▶ Exercise prompt
At the line containing "campaign: string;", begin repeating lines exactly, and stop only after the final line of the records below.

▶ Exercise inputs
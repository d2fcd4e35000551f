/** A finished analysis as it is offered for a package. */
export interface ExportableAnalysis {
  id: string;
  campaignId: string;
  campaign: string;
  run: string;
  recording: string;
  temperatureK: number | null;
  heatFluxWM2: number | null;
  tracks: number;
  points: number;
  finishedAt: string | null;
  signedOff: boolean;
  /** Of what no camera took. */
  rehearsal: boolean;
}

▶ Answer for the task
  campaign: string;
  run: string;
  recording: string;
  temperatureK: number | null;
  heatFluxWM2: number | null;
  tracks: number;
  points: number;
  finishedAt: string | null;
  signedOff: boolean;
  /** Of what no camera took. */
  rehearsal: boolean;
}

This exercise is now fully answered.